Developers Large and Small

By Jean-Louis Gassée

As often, this column is in response to recurring discussions I've had or witnessed, in person or electronically. Today's topic is what type of developers we're looking for—a subject that appears to have been re-energized by recent announcements around Release 4 and Comdex.

When major, "brand name" developers such as MGI or Steinberg announce their support of the BeOS platform, what does it mean for emerging developers who lack the resources and market muscle of more well-established companies? Are we abandoning the little guy and cozying up to the establishment?

I'll say at the outset that these questions address very real, permanent issues. The need to give critical mass to the platform is one issue; the threat of established developers muscling smaller ones out of the ecosystem is another; and Be's role, if any, in maintaining balance in the system yet another.

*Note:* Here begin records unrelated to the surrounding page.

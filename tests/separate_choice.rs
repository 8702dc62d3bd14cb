//! Which inks `separate` chooses, as a print shop judges it: the paper is free (it takes no
//! screen and is never given an ink), and keeping a small colour family never costs a large
//! area its colour.
//!
//! Outside references: the artwork of the first test is drawn in exactly the shop's ink
//! colours (sRGB values of the library), so the right four plates are known by
//! construction; CIEDE2000 (checked against Sharma, Wu & Dalal 2005 in `colour_reference.rs`)
//! and the Bradford adaptation to D50 (checked against colour-science in
//! `separate_cli.rs`) measure the rest.

mod common;

use chromasift::colour::{adapt, delta_e2000};
use chromasift::families::{Objective, REPORT_DELTA_E};
use chromasift::inks::{parse_library, Ink};
use chromasift::raster::{decode_bytes, Decoded};
use chromasift::separate::{separate_image, SeparateOptions, Separation};
use chromasift::Limits;
use common::fixture;
use std::path::Path;

/// An invented shop's inks, as sRGB.
const SHOP_INKS: &str = "name,hex
Process Black,#000000
Fire Red,#d62828
Royal Blue,#1d3f8f
Lemon Yellow,#ffd400
Opaque White,#ffffff
Kelly Green,#1a8a3a
Orange,#f57c00
";

fn png(w: u32, h: u32, rgb: &[u8]) -> Decoded {
    let mut bytes = Vec::new();
    image::write_buffer_with_format(
        &mut std::io::Cursor::new(&mut bytes),
        rgb,
        w,
        h,
        image::ExtendedColorType::Rgb8,
        image::ImageFormat::Png,
    )
    .unwrap();
    decode_bytes(&bytes, Path::new("logo.png"), &Limits::default()).unwrap()
}

/// A four-ink logo on white paper: a yellow panel in a blue frame, a red disc, and black
/// hairlines; white paper covers most of the sheet.
fn logo() -> (u32, u32, Vec<u8>) {
    let (w, h) = (300u32, 200u32);
    let mut rgb = vec![255u8; (w * h * 3) as usize];
    let mut put = |x: u32, y: u32, c: [u8; 3]| {
        let i = ((y * w + x) * 3) as usize;
        rgb[i..i + 3].copy_from_slice(&c);
    };
    for y in 20..120 {
        for x in 20..140 {
            let frame = !(26..114).contains(&y) || !(26..134).contains(&x);
            put(
                x,
                y,
                if frame {
                    [0x1d, 0x3f, 0x8f]
                } else {
                    [0xff, 0xd4, 0x00]
                },
            );
        }
    }
    for y in 30..110 {
        for x in 170..250 {
            let (dx, dy) = (x as f64 - 209.5, y as f64 - 69.5);
            if dx * dx + dy * dy <= 40.0 * 40.0 {
                put(x, y, [0xd6, 0x28, 0x28]);
            }
        }
    }
    // Black hairlines (rules under the type), one pixel wide: no colour family of their
    // own, but plain black on the sheet.
    for y in [140, 150, 160, 170, 180] {
        for x in 20..280 {
            put(x, y, [0, 0, 0]);
        }
    }
    (w, h, rgb)
}

fn names(s: &Separation) -> Vec<String> {
    let mut v: Vec<String> = s.inks.iter().map(|i| i.name.clone()).collect();
    v.sort();
    v
}

#[test]
fn the_paper_takes_no_ink_and_no_screen() {
    let lib_path = Path::new("shop-inks.csv");
    let library = parse_library(SHOP_INKS, lib_path).unwrap();
    let (w, h, rgb) = logo();
    let img = png(w, h, &rgb);
    let paper_pixels = rgb.chunks(3).filter(|c| c == &[255, 255, 255]).count();
    for objective in [Objective::Families, Objective::Plain] {
        let opts = SeparateOptions {
            k: 4,
            substrate: Some([255, 255, 255]),
            objective,
            ..Default::default()
        };
        let s = separate_image(&img, &library, &opts, lib_path, "logo").unwrap();
        assert_eq!(
            names(&s),
            ["Fire Red", "Lemon Yellow", "Process Black", "Royal Blue"],
            "{objective:?}: {:?}",
            s.document.notes
        );
        let bare = s
            .labels
            .iter()
            .filter(|&&l| l as usize == s.inks.len())
            .count();
        assert_eq!(bare, paper_pixels, "{objective:?}");
    }
    // An ink the colour of the paper, forced into the set, still prints none of it: the
    // paper wins the tie.
    let opts = SeparateOptions {
        k: 5,
        substrate: Some([255, 255, 255]),
        use_inks: vec!["Opaque White".into()],
        ..Default::default()
    };
    let s = separate_image(&img, &library, &opts, lib_path, "logo").unwrap();
    let white = s
        .inks
        .iter()
        .position(|i| i.name == "Opaque White")
        .unwrap();
    assert_eq!(s.labels.iter().filter(|&&l| l as usize == white).count(), 0);
}

/// Pixels whose ink (or bare substrate) is more than ΔE2000 `REPORT_DELTA_E` from their
/// colour, both in CIELAB D50.
fn far_pixels(art: &Path, s: &Separation, substrate: Option<[u8; 3]>) -> usize {
    let rgba = image::open(art).unwrap().to_rgba8();
    let mut far = 0;
    for (p, &l) in rgba.pixels().zip(&s.labels) {
        if p[3] == 0 {
            continue;
        }
        let lab = adapt::srgb8_to_lab_d50([p[0], p[1], p[2]]);
        let ink = match s.inks.get(l as usize) {
            Some(ink) => ink.lab_d50,
            None => adapt::srgb8_to_lab_d50(substrate.unwrap_or([255, 255, 255])),
        };
        if delta_e2000(lab, ink) > REPORT_DELTA_E {
            far += 1;
        }
    }
    far
}

/// On the demo poster and the colour-family posters, the default choice never leaves more
/// pixels far from their colour than the lowest-total choice: a family's ink is not bought
/// with a gradient or a large area (the harbour's sky and sun once went to white for a sail
/// and a boat).
#[test]
fn keeping_a_family_never_gives_up_a_larger_area() {
    let cases: Vec<(&str, &str, Option<[u8; 3]>)> = vec![
        ("demo/harbour-poster.png", "demo/quayside-inks.csv", None),
        ("families/sky-shapes.png", "families/sky-inks.csv", None),
        (
            "families/orchard-label.png",
            "families/sky-inks.csv",
            Some([255; 3]),
        ),
        ("families/jazz-flyer.png", "families/sky-inks.csv", None),
        ("families/tide-chart.png", "demo/quayside-inks.csv", None),
    ];
    for (art, inks, substrate) in cases {
        let lib_path = fixture(inks);
        let library: Vec<Ink> = chromasift::inks::read_library(&lib_path).unwrap();
        let path = fixture(art);
        let bytes = std::fs::read(&path).unwrap();
        let img = decode_bytes(&bytes, Path::new(art), &Limits::default()).unwrap();
        for k in 3..=6 {
            let run = |objective| {
                let opts = SeparateOptions {
                    k,
                    substrate,
                    objective,
                    min_area: 1,
                    ..Default::default()
                };
                separate_image(&img, &library, &opts, &lib_path, "art").unwrap()
            };
            let (kept, plain) = (run(Objective::Families), run(Objective::Plain));
            let (a, b) = (
                far_pixels(&path, &kept, substrate),
                far_pixels(&path, &plain, substrate),
            );
            assert!(
                a <= b,
                "{art} k {k}: {a} pixels far with families ({:?}), {b} plain ({:?})",
                names(&kept),
                names(&plain)
            );
        }
    }
}

/// No screen for nothing: an ink the choice would take although no colour is nearer to it
/// is left out with a note; a plate emptied by the `min_area` clean-up is named in a note.
#[test]
fn no_blank_plate_goes_unsaid() {
    let lib_path = Path::new("shop-inks.csv");
    let library = parse_library(SHOP_INKS, lib_path).unwrap();
    // A photo of warm browns: of the shop's inks only four are ever nearest.
    let path = fixture("photos/coffee.png");
    let bytes = std::fs::read(&path).unwrap();
    let img = decode_bytes(&bytes, &path, &Limits::default()).unwrap();
    let opts = SeparateOptions {
        k: 5,
        substrate: Some([255, 255, 255]),
        min_area: 1,
        ..Default::default()
    };
    let s = separate_image(&img, &library, &opts, lib_path, "coffee").unwrap();
    assert_eq!(s.inks.len(), 4, "{:?}", names(&s));
    assert!(
        s.document.notes.iter().any(|n| n.contains("left out")),
        "{:?}",
        s.document.notes
    );
    for (p, ink) in s.inks.iter().enumerate() {
        assert!(
            s.labels.iter().any(|&l| l as usize == p),
            "{} prints nothing",
            ink.name
        );
    }
    // The black of the label's dotted type is chosen, then its dots are merged away.
    let path = fixture("families/orchard-label.png");
    let lib_path = fixture("families/sky-inks.csv");
    let library = chromasift::inks::read_library(&lib_path).unwrap();
    let bytes = std::fs::read(&path).unwrap();
    let img = decode_bytes(&bytes, &path, &Limits::default()).unwrap();
    let opts = SeparateOptions {
        k: 4,
        substrate: Some([255, 255, 255]),
        ..Default::default()
    };
    let s = separate_image(&img, &library, &opts, &lib_path, "orchard").unwrap();
    assert!(s.document.inks.iter().any(|r| r.pixels == 0));
    for (ink, report) in s.inks.iter().zip(&s.document.inks) {
        if report.pixels == 0 {
            assert!(
                s.document
                    .notes
                    .iter()
                    .any(|n| n.starts_with("blank plate") && n.contains(&ink.name)),
                "{} is blank without a note: {:?}",
                ink.name,
                s.document.notes
            );
        }
    }
}
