// ---------------------------------------------------------------------------------------
// Underbase

#[test]
fn the_underbase_is_choked_by_the_given_distance() {
    let (w, h) = (160u32, 120u32);
    // A disc, a bar touching the image edge, a 6 px wide line and some tint.
    let shapes = plate("Yellow", 1, w, h, |x, y| {
        let d = ((x as f64 - 50.0).powi(2) + (y as f64 - 60.0).powi(2)).sqrt();
        if d < 35.0 || (x >= 120 && y < 40) || ((100..106).contains(&y) && x > 20) {
            255
        } else {
            0
        }
    });
    let tint = plate("Cyan", 2, w, h, |x, y| {
        if (100..118).contains(&x) && (50..90).contains(&y) {
            90
        } else {
            0
        }
    });
    for (choke, dpi) in [
        (Length::Mm(0.5), 300.0),
        (Length::Px(3.0), 300.0),
        (Length::Mm(0.2), 600.0),
    ] {
        let r = choke.to_px(dpi, "choke").unwrap();
        let ub = film::underbase(
            &[shapes.clone(), tint.clone()],
            &UnderbaseOptions {
                choke,
                fill: UnderbaseFill::FollowInk,
            },
            dpi,
        )
        .unwrap();
        let inked = |x: i64, y: i64| {
            x >= 0 && y >= 0 && x < w as i64 && y < h as i64 && {
                let p = (y as u32 * w + x as u32) as usize;
                shapes.amount[p] > 0 || tint.amount[p] > 0
            }
        };
        // Brute force: white stays exactly where every pixel within r (centre to centre)
        // is inked, the outside of the image counting as not inked.
        let reach = r.ceil() as i64;
        for y in 0..h as i64 {
            for x in 0..w as i64 {
                let mut all = inked(x, y);
                'scan: for dy in -reach..=reach {
                    for dx in -reach..=reach {
                        if ((dx * dx + dy * dy) as f64) <= r * r && !inked(x + dx, y + dy) {
                            all = false;
                            break 'scan;
                        }
                    }
                }
                let p = (y as u32 * w + x as u32) as usize;
                assert_eq!(ub.amount[p] > 0, all, "choke {r} px at ({x}, {y})");
                if all {
                    // FollowInk: as much white as the most ink there.
                    assert_eq!(ub.amount[p], shapes.amount[p].max(tint.amount[p]));
                }
            }
        }
        // The disc's white is the disc shrunk by r: radius 35 - r (area check, ±1 px ring).
        let disc = (0..h as i64)
            .flat_map(|y| (0..100i64).map(move |x| (x, y)))
            .filter(|&(x, y)| ub.amount[(y as u32 * w + x as u32) as usize] > 0)
            .count() as f64;
        let expect = std::f64::consts::PI * (35.0 - r).powi(2);
        let ring = 2.0 * std::f64::consts::PI * (35.0 - r);
        assert!((disc - expect).abs() < ring, "{disc} vs {expect}");
    }
}
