fn scene() -> Scene {
    let dir = tempfile::tempdir().unwrap();
    let root = dir.path().to_path_buf();
    let s = Scene { _dir: dir, root };
    // A good 16 × 12 RGB image and the encodings cut short.
    let rgb = common::gradient(16, 12, [20, 60, 160], [240, 200, 40]);
    write_rgb(&s.root.join("good.png"), 16, 12, &rgb);
    let png = std::fs::read(s.root.join("good.png")).unwrap();
    s.write("cut.png", &png[..png.len() / 2]);
    let encode = |format: image::ImageFormat| {
        let mut v = std::io::Cursor::new(Vec::new());
        image::RgbImage::from_raw(16, 12, rgb.clone())
            .unwrap()
            .write_to(&mut v, format)
            .unwrap();
        v.into_inner()
    };
    let jpeg = encode(image::ImageFormat::Jpeg);
    s.write("cut.jpg", &jpeg[..jpeg.len() / 2]);
    let tif = encode(image::ImageFormat::Tiff);
    s.write("cut.tif", &tif[..tif.len() / 2]);
    // A JPEG cut inside its scan data, where the decoder itself would fill the rest with
    // grey: a 64 × 48 ripple (ours) cut at 85 % of its bytes.
    let ripple: Vec<u8> = (0..64 * 48 * 3)
        .map(|i| ((i * 37 + (i / 192) * 11) % 251) as u8)
        .collect();
    let mut v = std::io::Cursor::new(Vec::new());
    image::RgbImage::from_raw(64, 48, ripple)
        .unwrap()
        .write_to(&mut v, image::ImageFormat::Jpeg)
        .unwrap();
    let jpeg = v.into_inner();
    s.write("scan-cut.jpg", &jpeg[..jpeg.len() * 85 / 100]);
    // A name whose outputs would pass the 255-byte limit of common file systems.
    std::fs::copy(
        s.root.join("good.png"),
        s.root.join(format!("{}.png", "n".repeat(240))),
    )
    .unwrap();
    s.write("words.png", b"these are words, not pixels\n");
    s.write("empty.png", b"");
    s.write("bomb.png", &huge_png(100_000, 100_000));
    s.write("bomb.tif", &huge_tiff(100_000, 100_000));
    // Within the pixel limit, but its one strip runs far past the end of the file.
    s.write("hollow.tif", &huge_tiff(8_000, 8_000));
    std::fs::create_dir(s.root.join("out")).unwrap();
    std::fs::write(s.root.join("taken"), b"keep me").unwrap();
    // The output would land on the input: a link named like an output, to the input.
    std::fs::create_dir(s.root.join("linked")).unwrap();
    std::os::unix::fs::symlink(
        s.root.join("good.png"),
        s.root.join("linked/good.palette.json"),
    )
    .unwrap();

    // Ink libraries, each broken in one way.
    s.write(
        "inks-good.csv",
        b"name,hex\nChalk,#ffffff\nNight,#101820\nSea,#1f4e8c\nSun,#f0d020\nLeaf,#3c8c3c\n",
    );
    s.write(
        "inks-number.csv",
        b"name,L,a,b\nChalk,95,0,2\nNight,1O,0,0\n",
    );
    s.write("inks-columns.csv", b"name,colour\nChalk,white\n");
    s.write("inks-ragged.csv", b"name,L,a,b\nChalk,95,0\n");
    s.write("inks-range.csv", b"name,L,a,b\nChalk,150,0,2\n");
    s.write(
        "inks-duplicate.csv",
        b"name,hex\nChalk,#ffffff\nchalk,#eeeeee\n",
    );
    s.write("inks-quote.csv", b"name,hex\n\"Chalk,#ffffff\n");
    s.write("inks-hex.csv", b"name,hex\nChalk,#fffff\n");
    s.write("inks-latin1.csv", b"name,hex\nCr\xe8me,#fff8e0\n");
    s.write("inks-none.csv", b"# nothing here\nname,L,a,b\n");
    s.write("inks-broken.json", b"[{\"name\": \"Chalk\", \"L\": 95,");
    s.write(
        "inks-object.json",
        b"[{\"name\": \"Chalk\", \"L\": 95, \"a\": 0, \"b\": \"two\"}]",
    );
    s.write("inks-fields.json", b"[{\"name\": \"Chalk\"}]");
    s.write("inks-item.json", b"[42]");
    s.write(
        "inks-wrapped.json",
        b"{\"inks\": [{\"name\": \"Chalk\", \"hex\": \"#ffffff\"}]}",
    );
    s.write("array.palette.json", b"[]");

    // Palette documents: a good one from `reduce`, then broken copies.
    let o = run(
        &["reduce", &s.p("good.png"), "-k", "3", "-o", &s.p("pal")],
        &[],
    );
    assert!(o.status.success(), "{}", common::stderr(&o));
    let good = std::fs::read_to_string(s.root.join("pal/good.palette.json")).unwrap();
    s.write("cut.palette.json", &good.as_bytes()[..good.len() / 2]);
    let mut doc: serde_json::Value = serde_json::from_str(&good).unwrap();
    doc["colors"][0]["hex"] = "#12345".into();
    s.write("badhex.palette.json", doc.to_string().as_bytes());
    doc["colors"] = serde_json::json!([]);
    s.write("nocolours.palette.json", doc.to_string().as_bytes());
    doc["space"] = "hsv".into();
    s.write("space.palette.json", doc.to_string().as_bytes());
    s.write("image.palette.json", &png);

    // Histogram files: a good one from `histogram`, then damaged and foreign ones.
    let o = run(
        &["histogram", &s.p("good.png"), "-o", &s.p("good.hist")],
        &[],
    );
    assert!(o.status.success(), "{}", common::stderr(&o));
    let hist = std::fs::read(s.root.join("good.hist")).unwrap();
    let mut v = hist.clone();
    v[40] ^= 0x10;
    s.write("damaged.hist", &v);
    let mut v = hist.clone();
    v[7] = 4;
    s.write("v4.hist", &v);
    s.write("cut.hist", &hist[..hist.len() - 5]);
    s.write("foreign.hist", b"%PDF-1.4\n% not a histogram\n");
    s.write("words.hist", b"CSHISTOGRAM, but in words\n");

    // Rasters for `landcover`: three bands, and broken georeferencing.
    s.write("scene.tif", &tif);
    let geo = |name: &str, tags: Vec<(u16, GeoValue)>| write_geotiff(&s.root.join(name), &tags);
    let scale = || (PIXEL_SCALE, GeoValue::Doubles(vec![10.0, 10.0, 0.0]));
    let tie = || {
        (
            TIEPOINT,
            GeoValue::Doubles(vec![0.0, 0.0, 0.0, 500_000.0, 5_000_000.0, 0.0]),
        )
    };
    let keys = || (KEY_DIRECTORY, GeoValue::Shorts(utm_keys()));
    geo("geo-ok.tif", vec![scale(), tie(), keys()]);
    geo(
        "geo-keycount.tif",
        vec![
            scale(),
            tie(),
            (KEY_DIRECTORY, GeoValue::Shorts(utm_keys()[..12].to_vec())),
        ],
    );
    geo(
        "geo-tiepoint.tif",
        vec![
            scale(),
            (
                TIEPOINT,
                GeoValue::Doubles(vec![0.0, 0.0, 0.0, 500_000.0, 5_000_000.0]),
            ),
            keys(),
        ],
    );
    geo(
        "geo-negative.tif",
        vec![
            (PIXEL_SCALE, GeoValue::Doubles(vec![10.0, -10.0, 0.0])),
            tie(),
            keys(),
        ],
    );
    let mut m = vec![0.0; 16];
    m[0] = 10.0;
    m[5] = -10.0;
    m[15] = 1.0;
    geo(
        "geo-ambiguous.tif",
        vec![
            scale(),
            tie(),
            (TRANSFORMATION, GeoValue::Doubles(m)),
            keys(),
        ],
    );
    let mut keys_v = utm_keys();
    keys_v[0] = 2;
    geo(
        "geo-version.tif",
        vec![scale(), tie(), (KEY_DIRECTORY, GeoValue::Shorts(keys_v))],
    );
    geo(
        "geo-nodata.tif",
        vec![
            scale(),
            tie(),
            keys(),
            (GDAL_NODATA, GeoValue::Text("none".into())),
        ],
    );
    std::fs::create_dir(s.root.join("shoot")).unwrap();
    std::fs::copy(s.root.join("good.png"), s.root.join("shoot/a.png")).unwrap();
    s
}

Meeting the first need—giving critical mass to the platform—causes trouble and ambivalence. On one hand, seeing a major player on the nascent platform is reassuring, since it legitimizes it and strengthens the self-fulfilling prophecy: the platform will take because respectable, established people believe it will. On the other hand, these established companies may become ogres that devour fledgling developers. This is a real issue, but it's only part of the story. The establishment may be powerful, but it is also conservative. It rarely shows the most innovation and is often muscle-bound.

A new platform is like a new musical instrument. You can transpose existing music for it, or write new music that exploits its unique expressive power. The saxophone, for example, solved two problems: it provided better coupling and impedance between the reed and the air mass; and the mechanics offered better, faster fingering and a wider range of notes. You could play Bach fugues on a saxophone (rather nicely) or explore the then-emerging genre of jazz.

Likewise, with a new operating system, you can write a PhotoShop clone, or take a more innovative approach to image creation and processing. If this sounds like "all you need to do to lose weight is eat less and exercise more," my apologies. So instead of offering simplistic advice, perhaps I should address what we can do. For one thing, we're already working to make BeDepot an effective, inexpensive distribution channel for Be developers. We still have much work to do, but our intent is clear: this is equally open to all, this is a level playing field.

And then there is what we shouldn't do. I still remember the 1985 day when Bill Gates threatened to stop developing applications for the Macintosh if a certain software and its look and feel license wasn't renewed. Apple's executive staff met and decided not to go along. One dinner later, the license was renewed. We can only speculate what would have happened if other developers had been allowed to take the room on the Mac platform that Microsoft now occupies. The lesson in this story for Be is that we know we shouldn't make decisions that limit innovation and tie the platform.